BASE = "https://data.sec.gov"
HEADERS = {"User-Agent": "kurio-agent/1.0 (potatojacket9@gmail.com)"}

## Step 1. Get CIK for the input ticker symbol~
def get_cik(ticker):
    """Retrieve CIK for a given ticker symbol"""
    res = requests.get(f"{BASE}/submissions/CIK{ticker}.json", headers=HEADERS)
    if res.status_code != 200:
        # fallback: try SEC ticker endpoint
        lookup = requests.get(f"https://www.sec.gov/files/company_tickers.json", headers=HEADERS).json()
        for _, c in lookup.items():
            if c["ticker"].lower() == ticker.lower():
                return str(c["cik_str"]).zfill(10)
    return None

## Step 2. Get latest 10K url for the CIK (ticker)
def get_latest_10k_url(cik):
    """Retrieve latest 10-K filing document URL and dates for a given CIK"""
    url = f"{BASE}/submissions/CIK{cik}.json"
    res = requests.get(url, headers=HEADERS)
    data = res.json()

    for form, acc, filing_date, report_date in zip(
        data["filings"]["recent"]["form"],
        data["filings"]["recent"]["accessionNumber"],
        data["filings"]["recent"]["filingDate"],
        data["filings"]["recent"]["reportDate"]
    ):
        if form == "10-K":
            acc_num = acc.replace("-", "")
            filing_url = f"https://www.sec.gov/Archives/edgar/data/{int(cik)}/{acc_num}/{acc}-index.html"
            return filing_url, filing_date, report_date

    return None, None, None

# 2️⃣ Use your HTML finder (your existing function)
def get_primary_html_url(index_url):
    """
    Find the main 10-K HTML document inside the filing's index page.
    Returns the actual HTML file URL (not the inline XBRL viewer).
    """
    res = requests.get(index_url, headers=HEADERS)
    if res.status_code != 200:
        raise RuntimeError(f"Failed to fetch index page: {res.status_code}")
    soup = BeautifulSoup(res.text, "html.parser")

    candidates = []

    for link in soup.find_all("a", href=True):
        href = link["href"].strip()
        text = link.get_text(strip=True).lower()
        href_lower = href.lower()

        # Skip XMLs and exhibits
        if any(x in href_lower for x in ["_cal.xml", "_lab.xml", "_pre.xml", "_def.xml", ".xml"]):
            continue
        if "exhibit" in href_lower or "ex" in text:
            continue

        # Only consider HTML or Inline XBRL
        if href_lower.endswith((".htm", ".html")) or "ix?doc=" in href_lower:
            score = 0
            if "10-k" in href_lower or "10k" in href_lower:
                score += 10
            if "ix?doc=" in href_lower:
                score += 20  # inline XBRL links usually indicate the primary document
            if "form" in text or "10-k" in text:
                score += 5
            candidates.append((score, href))

    if not candidates:
        return None

    # Pick the top-scoring link
    best_href = sorted(candidates, key=lambda x: x[0], reverse=True)[0][1]
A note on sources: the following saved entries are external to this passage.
"""Boards, sources, transformers and feeders of the demonstration construction vessel."""

from __future__ import annotations

from typing import Any

from tests.demos import catalogue, sizing
from tests.demos.equipment import SHORE_HEADINGS, feeder, genset, transformer, winding
from tests.demos.rows import Book

PORT: dict[str, object] = {"Redundancy group": "Port"}
STARBOARD: dict[str, object] = {"Redundancy group": "Starboard"}
SIDES: tuple[tuple[str, dict[str, object]], ...] = (("P", PORT), ("S", STARBOARD))

ACTIVE = "Typical active front end"
SMALL_PANELS = ("L-THR-F", "L-THR-A", "L-WORK", "L-SWB", "L-DECK-F", "L-DECK-A")


def add_plant(book: Book) -> None:
    """Add everything between the sources and the boards."""
    _boards(book)
    _sources(book)
    _synchronous_motor(book)
    _medium_voltage(book)
    _distribution(book)
    _low_distribution(book)


def _boards(book: Book) -> None:
    # name, V, role, busbar A, Ipk kA, Icw kA, s, earthing, group | Icu fitted kA, ambient
    for n, group in ((1, "Port"), (2, "Port"), (3, "Starboard"), (4, "Starboard")):
        book.boards(
            (f"MV-{n}", 6600, "main", 1600, 65, 25, 1, "high resistance", group, 25, 45),
        )
        book.sheets["Boards"][-1] |= {
            "Earthing resistor [ohm]": 760,
            "Resistor rating [A]": 6,
            "Resistor time [s]": 10,
        }
    for side, (group, n) in (("P", ("Port", 1)), ("S", ("Starboard", 2))):
        for half in ("1A", "1B", "2A", "2B"):
            book.boards((f"PB-{side}{half}", 690, "propulsion", 1600, 75, 35, 1, "insulated", group, 42, 45))
        for place in ("F", "A"):
            book.boards((f"TB-{place}{n}", 690, "propulsion", 1600, 75, 35, 1, "insulated", group, 42, 45))
        book.boards(
            (f"LV690-{side}", 690, "distribution", 3200, 105, 50, 1, "insulated", group, 50, 45),
            (f"CRANE-{side}", 690, "distribution", 1600, 63, 30, 1, "insulated", group, 42, 45),
            (f"SWB-{side}", 450, "main", 4000, 143, 65, 1, "insulated", group, 65, 45),
            (f"ER1-{side}", 450, "distribution", 1000, 105, 50, 1, "insulated", group, 50, 45),
            (f"ER2-{side}", 450, "distribution", 630, 75, 36, 1, "insulated", group, 42, 45),
            (f"PROP-{side}", 450, "distribution", 400, 63, 30, 1, "insulated", group, 42, 45),
            (f"PUMP-{side}", 450, "distribution", 800, 105, 50, 1, "insulated", group, 50, 45),
            (f"L-ER-{side}", 230, "distribution", 160, 20, 10, 1, "insulated", group, 15, 45),
        )
    book.boards(
        ("ESB", 450, "emergency", 2000, 75, 36, 1, "insulated", None, 42, 40),
        *[
            (f"HVAC-{n}", 450, "distribution", 630, 63, 30, 1, "insulated", None, 42, 40)
            for n in (1, 2, 3, 4)
        ],
        ("GALLEY", 450, "distribution", 630, 52, 25, 1, "insulated", None, 36, 40),
        ("REFRIG", 450, "distribution", 250, 52, 25, 1, "insulated", None, 36, 40),
        ("LAUNDRY", 450, "distribution", 400, 52, 25, 1, "insulated", None, 36, 40),
        ("DECK-F", 450, "distribution", 630, 52, 25, 1, "insulated", "Port", 36, 45),
        ("DECK-A", 450, "distribution", 1000, 75, 36, 1, "insulated", "Starboard", 42, 45),
        ("WORKSHOP", 450, "distribution", 400, 52, 25, 1, "insulated", "Port", 36, 45),
        ("THR-F", 450, "distribution", 400, 52, 25, 1, "insulated", None, 36, 45),
        ("THR-A", 450, "distribution", 400, 52, 25, 1, "insulated", None, 36, 45),
        ("LDB-1", 230, "distribution", 800, 30, 15, 1, "insulated", "Port", 25, 40),
        ("LDB-2", 230, "distribution", 800, 30, 15, 1, "insulated", "Starboard", 25, 40),
        ("ELDB", 230, "distribution", 400, 25, 12, 1, "insulated", None, 15, 40),
        *[(f"L-ACC{n}", 230, "distribution", 250, 20, 10, 1, "insulated", None, 15, 40) for n in range(1, 8)],
        *[(name, 230, "distribution", 160, 20, 10, 1, "insulated", None, 15, 45) for name in SMALL_PANELS],
        ("NAV", 230, "distribution", 250, 20, 10, 1, "insulated", None, 15, 40),
        ("RADIO", 230, "distribution", 100, 17, 8, 1, "insulated", None, 10, 40),
    )


def _sources(book: Book) -> None:
    places = ((1, "MV-1"), (2, "MV-2"), (3, "MV-2"), (4, "MV-3"), (5, "MV-4"), (6, "MV-4"))
    for n, board in places:
        large = n not in (2, 5)
        group = PORT if n <= 3 else STARBOARD
        also = group | {
            "Alternator efficiency [%]": 96.8 if large else 96.2,
            "Largest engine load step [%]": 33,
            "Start delay [s]": 25,
            "Cross-current group": "Port" if n <= 3 else "Starboard",
            "No-load voltage [%]": 101.5,
            "Voltage droop [%]": 3.0,
        }
        kva, engine_kw, kind = (5600, 4700, "MV 5600") if large else (3500, 2950, "MV 3500")
        genset(
            book,
            (f"DG{n}", board),
            (kva, engine_kw),
            (kind, "permanent magnet" if large else "compounded"),
            30 + 4 * n,
            also=also,
            short=(2.5, 0.85),
            inst_x=14,
        )
    alone: dict[str, object] = {"Governor mode": "isochronous", "No-load frequency [%]": 100.0}
    harbour = alone | {"Service": "harbour", "Starts at island load [%]": None, "No-load voltage [%]": 101.0}
    genset(book, ("HG", "SWB-S"), (1700, 1450), ("LV 800", "shunt"), 25, also=harbour, short=(2.0, 0.4))
    emergency = alone | {
        "Service": "emergency",
        "Starts at island load [%]": None,
        "Start delay [s]": 15,
        "Largest engine load step [%]": 60,
    }
    genset(book, ("EDG", "ESB"), (800, 700), ("LV 800", "permanent magnet"), 12, also=emergency)
    book.add("Shore supplies", SHORE_HEADINGS, ("Shore", "SWB-P", 460, 60, 1600, 35, 25, 0.4))
    book.cable("C-Shore", ("Shore", "SWB-P"), 1600, 40, board="SWB-P", cores="3 single")
    book.breaker(
        "Q-Shore", "C-Shore", "SWB-P", 1600, icw_ka=65, ir=1600, tr=10, tr_at=2, isd=6400, tsd=0.4, ii="off"
    )
    book.add(
        "Converter supplies",
        "Supply|Board|Rated apparent power [kVA]|Control|Set power [kW]|Set reactive power [kvar]"
        "|Voltage droop [%]|Speed droop [%]|Stored energy [kWh]|Short-circuit current [x In]"
        "|Short-circuit duration [s]|Spectrum",
        ("BATT-P", "LV690-P", 2200, "grid forming", None, None, 3.0, 4.0, 1500, 1.5, 3, ACTIVE),
        ("BATT-S", "LV690-S", 1500, "grid following", 0, 0, None, None, 1000, 1.3, 3, ACTIVE),
    )
    for name, board, kva, frame in (("BATT-P", "LV690-P", 2200, 2500), ("BATT-S", "LV690-S", 1500, 1600)):
        amps = sizing.line_current_a(kva, 690)
        book.cable(f"C-{name}", (name, board), 1.1 * amps, 28, board=board, cores="3 single")
        book.breaker(
            f"Q-{name}", f"C-{name}", board, frame, icw_ka=50, ir=round(1.1 * amps), tr=10, tr_at=2,
            isd=round(1.25 * amps), tsd=0.7, ii=round(2.5 * amps),
        )  # fmt: skip


def _synchronous_motor(book: Book) -> None:
    amps = sizing.line_current_a(1600, 6600)
    row = {
        "Motor": "Jetting pump motor",
        "Board": "MV-4",
        "Rated apparent power [kVA]": 1600,
        "Rated power factor": 0.9,
        "Rated voltage [V]": 6600,
        "Rated output [kW]": 1380,
        "Efficiency": 0.958,
    }
    row |= catalogue.machine("MV motor") | catalogue.field("permanent magnet", 60)
    book.sheets["Synchronous motors"].append(row)
    book.cable(
        "C-Jetting pump motor", ("MV-4", "Jetting pump motor"), 1.15 * amps, 70, board="MV-4", least_mm2=70
    )
    book.breaker(
        "Q-Jetting pump motor", "C-Jetting pump motor", "MV-4", 200, ir=round(1.1 * amps), tr=20, tr_at=6,
        isd=round(7 * amps), tsd=0.1, ii=round(11 * amps),
    )  # fmt: skip


def _medium_voltage(book: Book) -> None:
    book.add(
        "Ties",
        "Tie|Board A|Board B|Rated current [A]|Reactance [ohm]|Resistance [ohm]",
        *[
            (f"BT-{a}{b}", f"MV-{a}", f"MV-{b}", 1250, 0.0024, 0.0008)
            for a, b in ((1, 2), (2, 3), (3, 4), (4, 1))
        ],
        ("BT-690", "LV690-P", "LV690-S", 2000),
        ("BT-450", "SWB-P", "SWB-S", 2500),
        ("BT-LDB", "LDB-1", "LDB-2", 800),
    )
    slow: dict[str, Any] = {"tr": 12, "tr_at": 1.5, "ii": "off"}
    for label, a in (("12", 1), ("23", 2), ("34", 3), ("41", 4)):
        book.breaker(f"Q-BT-{label}", f"BT-{label}", f"MV-{a}", 1250, ir=600, isd=650, tsd=0.65, **slow)
    book.breaker("Q-BT-690", "BT-690", "LV690-P", 2000, icw_ka=50, ir=1900, isd=3500, tsd=0.3, **slow)
    book.breaker("Q-BT-450", "BT-450", "SWB-P", 2500, icw_ka=65, ir=2300, isd=5000, tsd=0.3, **slow)
    book.breaker("Q-BT-LDB", "BT-LDB", "LDB-1", 800, icw_ka=15, ir=700, isd=2100, tsd=0.1, **slow)
    for name, board, halves in (
        ("T-PP1", "MV-1", ("PB-P1A", "PB-P1B")),
        ("T-PP2", "MV-2", ("PB-P2A", "PB-P2B")),
        ("T-PS1", "MV-3", ("PB-S1A", "PB-S1B")),
        ("T-PS2", "MV-4", ("PB-S2A", "PB-S2B")),
    ):
        _propulsion_transformer(book, name, board, halves)
    for name, board, to in (
        ("T-TF1", "MV-1", "TB-F1"),
        ("T-TF2", "MV-3", "TB-F2"),
        ("T-TA1", "MV-2", "TB-A1"),
        ("T-TA2", "MV-4", "TB-A2"),
    ):
        _step_down(book, name, (board, to), 1600, (6.0, 15.5, 3.6))
    for name, board, to in (("T-690-P", "MV-2", "LV690-P"), ("T-690-S", "MV-4", "LV690-S")):
        _step_down(book, name, (board, to), 2500, (7.0, 21.0, 5.0))
    for name, board, to in (("T-450-P", "MV-1", "SWB-P"), ("T-450-S", "MV-3", "SWB-S")):
        _step_down(book, name, (board, to), 2500, (8.0, 21.0, 5.0), no_load_v=462)


def _step_down(
    book: Book,
    name: str,
    ends: tuple[str, str],
    kva: float,
    figures: tuple[float, float, float],
    *,
    no_load_v: float = 690,
) -> None:
    transformer(
        book,
        name,
        ends,
        kva,
        figures,
        lengths_m=(38, 14),
        volts=(6600, no_load_v),
        primary=(2.5, 0.5),
        secondary=(2.5, 0.4),
        also={"Vector group": "Dyn11", "X0/X1": 0.95, "R0/R1": 1.0},
    )


def _propulsion_transformer(book: Book, name: str, board: str, halves: tuple[str, str]) -> None:
    row = {
        "Transformer": name,
        "Primary board": board,
        "Secondary board": halves[0],
        "Tertiary board": halves[1],
        "Primary power [kVA]": 2900,
        "Secondary power [kVA]": 1450,
        "Tertiary power [kVA]": 1450,
        "Primary voltage [V]": 6600,
        "Secondary voltage [V]": 690,
        "Tertiary voltage [V]": 690,
        "Short-circuit voltage primary-secondary [%]": 6.0,
        "Short-circuit voltage primary-tertiary [%]": 6.0,
        "Short-circuit voltage secondary-tertiary [%]": 11.0,
        "Copper loss primary-secondary [kW]": 13.0,
        "Copper loss primary-tertiary [kW]": 13.0,
        "Copper loss secondary-tertiary [kW]": 17.0,
        "Iron loss [kW]": 5.8,
        "Vector group": "Dd0y11",
        "Tap [%]": 0,
    }
    book.sheets["Three-winding transformers"].append(row)
    winding(book, f"{name}-1", (board, name), 2900 / 6600, 42, short=(2.5, 0.5), feeds=True)
    for place, half in zip(("2", "3"), halves, strict=True):
        winding(book, f"{name}-{place}", (half, name), 1450 / 690, 12, short=(2.5, 0.4), feeds=False)


def _distribution(book: Book) -> None:
    book.add(
        "Reactors",
        "Reactor|From|To|Rated current [A]|Reactance [ohm]|Resistance [ohm]"
        "|Short-time current [kA]|Short-time duration [s]",
        *[
            (f"X-CRANE-{side}", f"LV690-{side}", f"CRANE-{side}", 1250, 0.012, 0.0003, 25, 1)
            for side, _ in SIDES
        ],
    )
    for side, _ in SIDES:
        book.breaker(
            f"Q-X-CRANE-{side}", f"X-CRANE-{side}", f"LV690-{side}", 1250, icw_ka=50, ir=1200, tr=10, tr_at=2,
            isd=3000, tsd=0.2, ii="off",
        )  # fmt: skip
    book.add(
        "Filters",
        "Filter|Board|Kind|Rated reactive power [kvar]|Rated voltage [V]|Tuning order|Quality",
        ("FLT-P", "LV690-P", "tuned", 300, 690, 4.8, 40),
        ("FLT-S", "LV690-S", "tuned", 300, 690, 4.8, 40),
        ("FLT-MV", "MV-2", "high-pass", 500, 6600, 10.7, 3),
    )
    for side, _ in SIDES:
        feeder(book, (f"SWB-{side}", f"ER1-{side}"), 720, 30, short=(5, 0.2))
        feeder(book, (f"SWB-{side}", f"ER2-{side}"), 320, 34, short=(6, 0.2), least_mm2=150)
        feeder(book, (f"SWB-{side}", f"PROP-{side}"), 160, 40, short=(6, 0.2), least_mm2=150)
        feeder(book, (f"SWB-{side}", f"PUMP-{side}"), 520, 44, short=(5, 0.2))
    feeder(book, ("SWB-P", "ESB"), 900, 62, short=(5, 0.2), switch_at_end=True)
    # second feeds of the thruster rooms, normally open
    feeder(book, ("SWB-S", "THR-F"), 200, 74, name="THR-F-2", short=(6, 0.2), least_mm2=150)
    feeder(book, ("SWB-P", "THR-A"), 200, 68, name="THR-A-2", short=(6, 0.2), least_mm2=150)
    for n in (1, 2, 3, 4):
        feeder(book, ("SWB-P" if n in (1, 3) else "SWB-S", f"HVAC-{n}"), 420, 50 + 6 * n, short=(6, 0.2))
    for board, to, amps, length_m in (
        ("SWB-P", "GALLEY", 330, 66),
        ("SWB-S", "REFRIG", 125, 60),
        ("SWB-S", "LAUNDRY", 250, 64),
        ("SWB-P", "DECK-F", 450, 70),
        ("SWB-S", "DECK-A", 700, 76),
        ("SWB-P", "WORKSHOP", 250, 52),
        ("SWB-P", "THR-F", 200, 72),
        ("SWB-S", "THR-A", 200, 64),
    ):
        feeder(book, (board, to), amps, length_m, short=(6, 0.2), least_mm2=150)


def _low_distribution(book: Book) -> None:
    for name, ends in (("T-230-P", ("SWB-P", "LDB-1")), ("T-230-S", ("SWB-S", "LDB-2"))):
        transformer(
            book,
            name,
            ends,
            315,
            (4.5, 4.0, 0.9),
            lengths_m=(18, 10),
            volts=(450, 236),
            primary=(8, 0.2),
            secondary=(4.5, 0.12),
        )
    for name in ("T-EM1", "T-EM2"):
        transformer(
            book,
            name,
            ("ESB", "ELDB"),
            120,
            (4.0, 1.75, 0.42),
            lengths_m=(10, 8),
            volts=(450, 236),
            primary=(8, 0.12),
            secondary=(4.5, 0.12),
        )
    panels = [(f"L-ACC{n}", "LDB-1" if n % 2 else "LDB-2", 150, 30 + 4 * n) for n in range(1, 8)]
    panels += [("L-ER-P", "LDB-1", 80, 34), ("L-ER-S", "LDB-2", 80, 36)]
    panels += [("L-THR-F", "LDB-1", 80, 70), ("L-DECK-F", "LDB-1", 120, 66), ("L-WORK", "LDB-1", 80, 50)]
    panels += [("L-THR-A", "LDB-2", 80, 66), ("L-DECK-A", "LDB-2", 120, 70), ("L-SWB", "LDB-2", 80, 24)]
    panels += [("NAV", "ELDB", 125, 40), ("RADIO", "ELDB", 63, 42)]
    for to, board, amps, length_m in panels:
        feeder(book, (board, to), amps, length_m, short=(5, 0.06), max_drop_percent=2.0, least_mm2=50)
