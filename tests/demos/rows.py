"""Builders that expand the compact data of a demo vessel into the rows of the workbook's sheets."""

from __future__ import annotations

from collections.abc import Mapping, Sequence
from typing import Final

from tests.demos import catalogue, sizing
from tests.demos.catalogue import Row
from tests.demos.headings import DEVICE_COLUMNS

SHEETS: Final = (
    *("Project", "Acceptance", "Boards", "Gensets", "Shore supplies", "Converter supplies"),
    *("Synchronous motors", "Transformers", "Three-winding transformers", "Cables", "Ties", "Reactors"),
    *("Filters", "Loads", "Modes", "Running", "Set-points", "Demand", "Simultaneity", "Interlocks"),
    *("Transfers", "Devices", "Protection functions", "Setting ranges", "Curves", "Let-through"),
    *("Maker discrimination", "Spectra", "Events"),
)
NAMED_SHEETS: Final = (*SHEETS[2:13], "Loads", "Devices")
Tables = dict[str, list[Row]]


def table(headings: str, *lines: Sequence[object]) -> list[Row]:
    """Return one row for each line: values in the order of `headings`, which are separated by bars."""
    names = headings.split("|")
    for line in lines:
        if len(line) > len(names):
            raise ValueError(f"{line[0]}: {len(line)} values for {len(names)} headings")
    return [{n: v for n, v in zip(names, line, strict=False) if v is not None} for line in lines]


def making_ka(breaking_ka: float, volts: float = 0.0) -> float:
    """Return the making capacity that goes with a breaking capacity.

    Ratios from memory of IEC 60947-2, and of IEC 62271-100 at 60 Hz above 1 kV.
    """
    if volts > 1000:
        return round(2.6 * breaking_ka, 1)
    for above, ratio in ((50, 2.2), (20, 2.1), (10, 2.0), (6, 1.7)):
        if breaking_ka > above:
            return round(breaking_ka * ratio, 1)
    return round(breaking_ka * 1.5, 1)


class Book:
    """The sheets of one vessel while they fill; keeps of each board what later rows need to know."""

    def __init__(
        self,
        *,
        hz: float,
        modes: Sequence[str],
        consumer_volts: Mapping[float, float] | None = None,
        letters: str = "",
    ) -> None:
        self.letters = letters
        self.restarts = 0
        self.hz = hz
        self.consumer_volts = dict(consumer_volts or {})
        self.modes = tuple(modes)
        self.sheets: Tables = {sheet: [] for sheet in SHEETS}
        self.volts: dict[str, float] = {}
        self.breaking_ka: dict[str, float] = {}
        self.ambient_degc: dict[str, float] = {}

    def add(self, sheet: str, headings: str, *lines: Sequence[object]) -> None:
        """Add plain rows to a sheet."""
        self.sheets[sheet] += table(headings, *lines)

    def next_restart_s(self) -> float:
        """Return the restart delay of the next essential motor: ten steps, five seconds apart."""
        self.restarts += 1
        return 5.0 * (self.restarts % 10)

    def amend(self, sheet: str, columns: Row, *names: str) -> None:
        """Write further columns into rows that stand already."""
        for name in names:
            row = next(row for row in self.sheets[sheet] if next(iter(row.values())) == name)
            row |= columns

    def boards(self, *lines: Sequence[object]) -> None:
        """Add boards; the last two values are the breaking capacity fitted [kA] and the ambient [°C]."""
        headings = (
            "Board|Nominal voltage [V]|Role|Busbar rated current [A]|Peak withstand [kA]"
            "|Short-time withstand [kA]|Short-time duration [s]|System earthing|Redundancy group"
        )
        for *line, breaking_ka, ambient_degc in lines:
            name = str(line[0])
            self.volts[name] = float(str(line[1]))
            self.breaking_ka[name] = float(str(breaking_ka))
            self.ambient_degc[name] = float(str(ambient_degc))
            self.add("Boards", headings, line)

    def cable(
        self,
        name: str,
        ends: tuple[str, str],
        amps: float,
        length_m: float,
        *,
        board: str,
        cores: str = "3",
        phases: int = 3,
        bunched: int = 6,
        max_drop_percent: float = 3.0,
        least_mm2: float = 1.5,
        drop_amps: float | None = None,
        section_mm2: float | None = None,
        **columns: object,
    ) -> None:
        """Add a cable that carries `amps`, or with the section given; it lies in the room of `board`."""
        ambient = self.ambient_degc[board]
        runs, section = sizing.choose_cable(
            amps,
            self.volts[board],
            length_m,
            cores=cores,
            phases=phases,
            ambient_degc=ambient,
            bunched=bunched,
            max_drop_percent=max_drop_percent,
            least_mm2=least_mm2,
            drop_amps=drop_amps,
        )
        if section_mm2 is not None:
            runs, section = 1, section_mm2
        row: Row = {
            "Cable": name,
            "From": ends[0],
            "To": ends[1],
            "Cores": cores if cores == "3 single" else int(cores),
            "Runs in parallel": runs,
            "Section [mm2]": section,
            "Length [m]": length_m,
            "Conductor": "copper",
            "Conductor class": 2 if section > 10 else 5,
            "Tinned": "no" if section > 10 else "yes",
            "Insulation": "EPR",
            "Conductor temperature [°C]": 90,
            "Short-circuit temperature [°C]": 250,
            "Ambient temperature [°C]": ambient,
            "Cables bunched": bunched,
            "Duty": "continuous",
        }
        if self.volts[board] > 1000:
            row |= {"R0 [ohm/km]": 1.9, "X0 [ohm/km]": 0.35, "Capacitance [uF/km]": 0.42}
        self.sheets["Cables"].append(row | columns)

    def least_mm2(self, board: str) -> float:
        """Return the smallest section of a run that a short-time delayed breaker protects [mm2]."""
        return 70 if self.volts[board] > 1000 else 10 if self.breaking_ka[board] >= 25 else 4

    def device(
        self, name: str, equipment: str, end: str | None, kind: str, amps: float, **columns: object
    ) -> None:
        """Add a protective device with whatever settings are named."""
        row: Row = {
            "Device": name,
            "Equipment": equipment,
            "End": end,
            "Kind": kind,
            "Rated current [A]": amps,
        }
        row |= {DEVICE_COLUMNS[key]: value for key, value in columns.items()}
        self.sheets["Devices"].append({heading: v for heading, v in row.items() if v is not None})

    def breaker(
        self,
        name: str,
        equipment: str,
        board: str,
        amps: float,
        *,
        icw_ka: float | None = None,
        **settings: object,
    ) -> None:
        """Add a circuit breaker of the breaking capacity fitted on a board.

        Above 1 kV the settings stand in a row of their own, that of the relay which trips it.
        """
        volts, breaking_ka = self.volts[board], self.breaking_ka[board]
        big = icw_ka is not None
        ratings: Row = {
            "u": 7200 if volts > 1000 else 690 if volts > 500 else 500,
            "icu": breaking_ka,
            "ics": breaking_ka,
            "icw": icw_ka,
            "icw_s": 1 if big else None,
            "icm": making_ka(breaking_ka, volts),
            "source": "adjustable",
            "open_s": 0.03 if big else 0.005,
            "break_s": 0.04 if big else 0.02,
        }
        release: Row = {"senses": "rms", "i_tol": 10, "t_tol": 5, "category": "B" if big else "A"} | settings
        if volts <= 1000:
            self.device(name, equipment, board, "circuit breaker", amps, **ratings | release)
            return
        self.device(
            name,
            equipment,
            board,
            "circuit breaker",
            max(630, amps),
            **ratings | {"icw": breaking_ka, "icw_s": 1},
        )
        self._relay(f"R{name[1:]}", equipment, board, amps, settings)

    def _relay(self, name: str, equipment: str, board: str, amps: float, settings: Row) -> None:
        """Add the relay of a breaker above 1 kV; its very inverse curve goes through the long-time point."""
        seconds, multiple = float(str(settings["tr"])), float(str(settings["tr_at"]))
        times = {"open_s": 0.04, "break_s": 0.08, "i_tol": 5, "t_tol": 5, "senses": "rms"}
        kept = {key: settings[key] for key in ("ir", "isd", "tsd", "ii") if key in settings}
        inverse = {"relay": "very inverse", "tms": round(seconds * (multiple - 1) / 13.5, 2)}
        transformer = {"ct1": amps, "ct2": 1, "reset": "definite", "source": "adjustable"}
        self.device(name, equipment, board, "overcurrent relay", amps, **kept | inverse | transformer | times)

    def running(self, states: Mapping[str, str]) -> None:
        """Add the Running sheet: for each equipment one word for each mode."""
        for equipment, words in states.items():
            if len(words.split()) != len(self.modes):
                raise ValueError(f"{equipment}: {words}")
            self.sheets["Running"].append(
                {"Equipment": equipment, **dict(zip(self.modes, words.split(), strict=True))}
            )

    def finish(self) -> Tables:
        """Add the makers' sheets that the rows refer to, check the names and return the tables."""
        curves = {str(row["Curve"]) for row in self.sheets["Devices"] if "Curve" in row}
        spectra = {
            str(row["Spectrum"])
            for sheet in ("Loads", "Converter supplies")
            for row in self.sheets[sheet]
            if "Spectrum" in row
        }
        self.sheets["Curves"] = catalogue.curve_rows()
        self.sheets["Let-through"] = catalogue.let_through_rows(curves)
        self.sheets["Spectra"] += catalogue.spectrum_rows(spectra)
        names = [
            str(next(iter(row.values()))).casefold() for sheet in NAMED_SHEETS for row in self.sheets[sheet]
        ]
        twice = sorted({name for name in names if names.count(name) > 1})
        if twice:
            raise ValueError(f"names used twice: {', '.join(twice)}")
        return self.sheets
    # Normalize the URL — convert inline XBRL to raw HTML
    if "ix?doc=" in best_href:
        best_href = best_href.split("ix?doc=")[-1]
        if not best_href.startswith("https://"):
            best_href = "https://www.sec.gov" + best_href
    elif not best_href.startswith("http"):
        if best_href.startswith("/"):
            best_href = "https://www.sec.gov" + best_href
        else:
            best_href = "https://www.sec.gov/" + best_href

    return best_href

## Convert HTML content to markdown text

In [4]:
## Convert HTML content to markdown text (also used in notebook: RAG-api)
from bs4 import BeautifulSoup
import html2text
import re

def clean_10k_html(html_content):
    """Convert messy 10-K HTML into clean text."""
    # Parse the HTML
    soup = BeautifulSoup(html_content, "html.parser")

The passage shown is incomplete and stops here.